Begin at the line containing "request through the" in the entries below and end at the line containing "conn = _Connection(raw)"; transcribe that range exactly and nothing outside it.

================

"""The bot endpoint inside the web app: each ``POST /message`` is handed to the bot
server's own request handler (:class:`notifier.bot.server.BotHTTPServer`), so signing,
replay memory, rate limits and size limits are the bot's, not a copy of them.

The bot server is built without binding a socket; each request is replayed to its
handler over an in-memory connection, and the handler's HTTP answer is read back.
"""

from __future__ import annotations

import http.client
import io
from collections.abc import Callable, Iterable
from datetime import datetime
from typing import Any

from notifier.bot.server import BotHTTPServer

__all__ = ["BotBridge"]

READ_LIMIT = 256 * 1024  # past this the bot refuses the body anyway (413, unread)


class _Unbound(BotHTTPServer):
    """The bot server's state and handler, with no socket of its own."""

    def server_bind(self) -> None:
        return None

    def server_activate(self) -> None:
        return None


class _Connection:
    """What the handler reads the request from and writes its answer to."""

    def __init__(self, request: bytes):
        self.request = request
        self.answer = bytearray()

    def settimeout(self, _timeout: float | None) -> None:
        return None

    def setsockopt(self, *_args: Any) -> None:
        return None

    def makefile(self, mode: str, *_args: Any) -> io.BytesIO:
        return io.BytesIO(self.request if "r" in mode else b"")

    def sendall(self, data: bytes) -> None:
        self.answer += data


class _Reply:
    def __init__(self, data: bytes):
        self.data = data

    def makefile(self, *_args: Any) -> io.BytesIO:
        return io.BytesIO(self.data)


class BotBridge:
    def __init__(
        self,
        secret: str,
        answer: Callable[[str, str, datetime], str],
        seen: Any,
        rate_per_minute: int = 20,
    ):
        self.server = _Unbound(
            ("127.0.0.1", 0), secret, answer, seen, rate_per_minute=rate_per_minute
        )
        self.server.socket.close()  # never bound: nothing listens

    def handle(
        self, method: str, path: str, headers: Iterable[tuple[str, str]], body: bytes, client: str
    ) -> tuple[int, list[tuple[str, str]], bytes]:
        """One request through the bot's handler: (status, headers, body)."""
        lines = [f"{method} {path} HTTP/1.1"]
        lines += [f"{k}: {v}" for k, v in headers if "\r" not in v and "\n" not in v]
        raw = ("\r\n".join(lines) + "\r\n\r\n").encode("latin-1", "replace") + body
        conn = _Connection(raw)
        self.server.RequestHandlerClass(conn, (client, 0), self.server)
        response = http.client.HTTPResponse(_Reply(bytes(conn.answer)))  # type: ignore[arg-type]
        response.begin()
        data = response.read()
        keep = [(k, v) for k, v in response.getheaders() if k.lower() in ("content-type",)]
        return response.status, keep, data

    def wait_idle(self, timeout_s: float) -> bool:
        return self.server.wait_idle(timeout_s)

================

*EXPECTED ANSWER*.
        """One request through the bot's handler: (status, headers, body)."""
        lines = [f"{method} {path} HTTP/1.1"]
        lines += [f"{k}: {v}" for k, v in headers if "\r" not in v and "\n" not in v]
        raw = ("\r\n".join(lines) + "\r\n\r\n").encode("latin-1", "replace") + body
        conn = _Connection(raw)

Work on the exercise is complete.